Activity: Set down the entries once more exactly as they were written.

Records for this task:
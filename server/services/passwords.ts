import { assertStrongPassword } from '../auth/password-strength'
import bcrypt from 'bcryptjs'
import { randomBytes } from 'node:crypto'
import { withTransaction } from '../db/transaction'
import { findUserByEmail, findUserForUpdate, updateUser } from '../data/users'
import { countResetTokensSince, findResetTokenForUse, insertResetToken, spendResetTokens } from '../data/password-resets'
import { AppError } from '../errors'
import { log } from '../lib/log'
import { queueEmail } from '../mail/outbox'
import { publicBaseUrl } from '../mail/templates'
import { hashPassword } from './auth'
import { endSessions, hashToken, recordAudit } from './team'
import type { ChangePasswordInput, PasswordResetInput, Role, User } from '../../shared/schemas/auth'

/** How long a reset link works (OWASP Forgot Password Cheat Sheet: short-lived). */
export const RESET_LINK_MINUTES = 60
/** At most this many reset e-mails per account per hour, whoever asks; further requests get the same answer and no e-mail. */
export const RESET_EMAILS_PER_HOUR = 3

/** The one answer to "forgot password", whether or not the address has an account. */
export const RESET_REQUESTED_MESSAGE =
  'If that address belongs to a Roomwright account, a link to choose a new password is on its way. It works once, for 60 minutes. Check the spam folder if nothing arrives.'

/**
 * The token travels in the fragment (#), which browsers never send to a server nor put in a Referer.
 * The link also says whose account it is (`for=staff` or `for=listener`), so the page speaks to them (a display hint only:
 * the server judges the token alone).
 */
export const resetPasswordUrl = (token: string, role?: Role) =>
  `${publicBaseUrl()}/reset-password#token=${token}${role ? `&for=${role === 'listener' ? 'listener' : 'staff'}` : ''}`

const wrongCurrent = () =>
  new AppError('Your current password is not right', { status: 400, code: 'bad_current_password', fields: [{ path: 'currentPassword', message: 'that is not your current password' }] })
const linkGone = () =>
  new AppError('This link no longer works: it was used already, replaced by a newer one, or it has expired. Ask for a new link from the sign-in page.', { status: 410, code: 'link_gone' })

/**
 * Changes the signed-in user's password after checking the current one. Every other session of the
 * account ends (rows and their sockets); the session making the change stays signed in. Audited,
 * and the account's address is told.
 */
export async function changePassword(user: User, sessionId: string, input: ChangePasswordInput): Promise<{ sessionsEnded: number }> {
  assertStrongPassword(input.newPassword, [user.email, user.name], 'newPassword')
  const newHash = await hashPassword(input.newPassword)
  return withTransaction(async (t, afterCommit) => {
    const u = await findUserForUpdate(user.id, t)
    if (!u || !u.active) throw new AppError('Please sign in first', { status: 401, code: 'signed_out' })
    if (!u.passwordHash || !(await bcrypt.compare(input.currentPassword, u.passwordHash))) throw wrongCurrent()
    await updateUser(u.id, { passwordHash: newHash }, t)
    await spendResetTokens(u.id, t)
    const sessionsEnded = await endSessions(u.id, t, afterCommit, sessionId)
    await recordAudit({ actorId: u.id, action: 'password.changed', targetUserId: u.id, targetName: u.name, targetEmail: u.email, details: { sessionsEnded } }, t)
    await queueEmail({ to: u.email, toUserId: u.id, kind: 'password-changed', vars: { changedAt: new Date(), how: 'signed-in' } }, { transaction: t })
    return { sessionsEnded }
  })
}

/**
 * The work behind "forgot password": for an active account under its hourly limit, a new one-time
 * link (older open links are spent) by e-mail through the outbox. Unknown, switched-off and
 * over-limit addresses get nothing. Callers answer before this runs (see startPasswordReset).
 */
export async function sendPasswordResetLink(email: string): Promise<'sent' | 'no_account' | 'limited'> {
  const u = await findUserByEmail(email)
  if (!u || !u.active) return 'no_account'
  const token = randomBytes(32).toString('base64url')
  return withTransaction(async (t) => {
    const locked = await findUserForUpdate(u.id, t) // serialises concurrent requests for one account, so the limit holds
    if (!locked?.active) return 'no_account'
    if ((await countResetTokensSince(u.id, new Date(Date.now() - 3600_000), t)) >= RESET_EMAILS_PER_HOUR) return 'limited'
    await spendResetTokens(u.id, t)
    const row = await insertResetToken({ userId: u.id, tokenHash: hashToken(token), expiresAt: new Date(Date.now() + RESET_LINK_MINUTES * 60_000) }, t)
    await queueEmail({ to: u.email, toUserId: u.id, kind: 'password-reset', vars: { resetUrl: resetPasswordUrl(token, u.role), expiresAt: row.expiresAt } }, { transaction: t })
    return 'sent'
  })
}

const pending = new Set<Promise<unknown>>()
/**
 * Starts the reset work without waiting for it, so the HTTP answer (status, body and timing) is the
 * same for every address; failures are logged, never shown.
 */
export function startPasswordReset(email: string): void {
  const p = sendPasswordResetLink(email)
    .catch((e) => log.warn('password reset request failed', { err: String(e) }))
    .finally(() => pending.delete(p))
  pending.add(p)
}
/** Resolves when every reset request started so far has finished (tests, shutdown). */
export const passwordResetsSettled = () => Promise.allSettled([...pending]).then(() => undefined)

/**
 * Uses a reset link once: the new password is set, every open link of the account is spent, and
 * every session of the account ends (the person signs in afresh). A used, replaced, expired or
 * unknown link — or a switched-off account — answers 410.
 */
export async function resetPassword(input: PasswordResetInput): Promise<void> {
  assertStrongPassword(input.password)
  const newHash = await hashPassword(input.password)
  await withTransaction(async (t, afterCommit) => {
    const link = await findResetTokenForUse(hashToken(input.token), t)
    if (!link || link.spentAt || link.expiresAt.getTime() <= Date.now()) throw linkGone()
    const u = await findUserForUpdate(link.userId, t)
    if (!u || !u.active) throw linkGone()
    await updateUser(u.id, { passwordHash: newHash }, t)
    await spendResetTokens(u.id, t)
    const sessionsEnded = await endSessions(u.id, t, afterCommit)
    await recordAudit({ actorId: u.id, action: 'password.reset', targetUserId: u.id, targetName: u.name, targetEmail: u.email, details: { sessionsEnded } }, t)
    await queueEmail({ to: u.email, toUserId: u.id, kind: 'password-changed', vars: { changedAt: new Date(), how: 'reset-link' } }, { transaction: t })
  })
}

Task result:
filename server/services/passwords.ts
import { assertStrongPassword } from '../auth/password-strength'
import bcrypt from 'bcryptjs'
import { randomBytes } from 'node:crypto'
import { withTransaction } from '../db/transaction'
import { findUserByEmail, findUserForUpdate, updateUser } from '../data/users'
import { countResetTokensSince, findResetTokenForUse, insertResetToken, spendResetTokens } from '../data/password-resets'
import { AppError } from '../errors'
import { log } from '../lib/log'
import { queueEmail } from '../mail/outbox'
import { publicBaseUrl } from '../mail/templates'
import { hashPassword } from './auth'
import { endSessions, hashToken, recordAudit } from './team'
import type { ChangePasswordInput, PasswordResetInput, Role, User } from '../../shared/schemas/auth'

/** How long a reset link works (OWASP Forgot Password Cheat Sheet: short-lived). */
export const RESET_LINK_MINUTES = 60
/** At most this many reset e-mails per account per hour, whoever asks; further requests get the same answer and no e-mail. */
export const RESET_EMAILS_PER_HOUR = 3

/** The one answer to "forgot password", whether or not the address has an account. */
export const RESET_REQUESTED_MESSAGE =
  'If that address belongs to a Roomwright account, a link to choose a new password is on its way. It works once, for 60 minutes. Check the spam folder if nothing arrives.'

/**
 * The token travels in the fragment (#), which browsers never send to a server nor put in a Referer.
 * The link also says whose account it is (`for=staff` or `for=listener`), so the page speaks to them (a display hint only:
 * the server judges the token alone).
 */
export const resetPasswordUrl = (token: string, role?: Role) =>
  `${publicBaseUrl()}/reset-password#token=${token}${role ? `&for=${role === 'listener' ? 'listener' : 'staff'}` : ''}`

const wrongCurrent = () =>
  new AppError('Your current password is not right', { status: 400, code: 'bad_current_password', fields: [{ path: 'currentPassword', message: 'that is not your current password' }] })
const linkGone = () =>
  new AppError('This link no longer works: it was used already, replaced by a newer one, or it has expired. Ask for a new link from the sign-in page.', { status: 410, code: 'link_gone' })

/**
 * Changes the signed-in user's password after checking the current one. Every other session of the
 * account ends (rows and their sockets); the session making the change stays signed in. Audited,
 * and the account's address is told.
 */
export async function changePassword(user: User, sessionId: string, input: ChangePasswordInput): Promise<{ sessionsEnded: number }> {
  assertStrongPassword(input.newPassword, [user.email, user.name], 'newPassword')
  const newHash = await hashPassword(input.newPassword)
  return withTransaction(async (t, afterCommit) => {
    const u = await findUserForUpdate(user.id, t)
    if (!u || !u.active) throw new AppError('Please sign in first', { status: 401, code: 'signed_out' })
    if (!u.passwordHash || !(await bcrypt.compare(input.currentPassword, u.passwordHash))) throw wrongCurrent()
    await updateUser(u.id, { passwordHash: newHash }, t)
    await spendResetTokens(u.id, t)
    const sessionsEnded = await endSessions(u.id, t, afterCommit, sessionId)
    await recordAudit({ actorId: u.id, action: 'password.changed', targetUserId: u.id, targetName: u.name, targetEmail: u.email, details: { sessionsEnded } }, t)
    await queueEmail({ to: u.email, toUserId: u.id, kind: 'password-changed', vars: { changedAt: new Date(), how: 'signed-in' } }, { transaction: t })
    return { sessionsEnded }
  })
}

/**
 * The work behind "forgot password": for an active account under its hourly limit, a new one-time
 * link (older open links are spent) by e-mail through the outbox. Unknown, switched-off and
 * over-limit addresses get nothing. Callers answer before this runs (see startPasswordReset).
 */
export async function sendPasswordResetLink(email: string): Promise<'sent' | 'no_account' | 'limited'> {
  const u = await findUserByEmail(email)
  if (!u || !u.active) return 'no_account'
  const token = randomBytes(32).toString('base64url')
  return withTransaction(async (t) => {
    const locked = await findUserForUpdate(u.id, t) // serialises concurrent requests for one account, so the limit holds
    if (!locked?.active) return 'no_account'
    if ((await countResetTokensSince(u.id, new Date(Date.now() - 3600_000), t)) >= RESET_EMAILS_PER_HOUR) return 'limited'
    await spendResetTokens(u.id, t)
    const row = await insertResetToken({ userId: u.id, tokenHash: hashToken(token), expiresAt: new Date(Date.now() + RESET_LINK_MINUTES * 60_000) }, t)
    await queueEmail({ to: u.email, toUserId: u.id, kind: 'password-reset', vars: { resetUrl: resetPasswordUrl(token, u.role), expiresAt: row.expiresAt } }, { transaction: t })
    return 'sent'
  })
}

const pending = new Set<Promise<unknown>>()
/**
 * Starts the reset work without waiting for it, so the HTTP answer (status, body and timing) is the
 * same for every address; failures are logged, never shown.
 */
export function startPasswordReset(email: string): void {
  const p = sendPasswordResetLink(email)
    .catch((e) => log.warn('password reset request failed', { err: String(e) }))
    .finally(() => pending.delete(p))
  pending.add(p)
}
/** Resolves when every reset request started so far has finished (tests, shutdown). */
export const passwordResetsSettled = () => Promise.allSettled([...pending]).then(() => undefined)

/**
 * Uses a reset link once: the new password is set, every open link of the account is spent, and
 * every session of the account ends (the person signs in afresh). A used, replaced, expired or
 * unknown link — or a switched-off account — answers 410.
 */
export async function resetPassword(input: PasswordResetInput): Promise<void> {
  assertStrongPassword(input.password)
  const newHash = await hashPassword(input.password)
  await withTransaction(async (t, afterCommit) => {
    const link = await findResetTokenForUse(hashToken(input.token), t)
    if (!link || link.spentAt || link.expiresAt.getTime() <= Date.now()) throw linkGone()
    const u = await findUserForUpdate(link.userId, t)
    if (!u || !u.active) throw linkGone()
    await updateUser(u.id, { passwordHash: newHash }, t)
    await spendResetTokens(u.id, t)
    const sessionsEnded = await endSessions(u.id, t, afterCommit)
    await recordAudit({ actorId: u.id, action: 'password.reset', targetUserId: u.id, targetName: u.name, targetEmail: u.email, details: { sessionsEnded } }, t)
    await queueEmail({ to: u.email, toUserId: u.id, kind: 'password-changed', vars: { changedAt: new Date(), how: 'reset-link' } }, { transaction: t })
  })
}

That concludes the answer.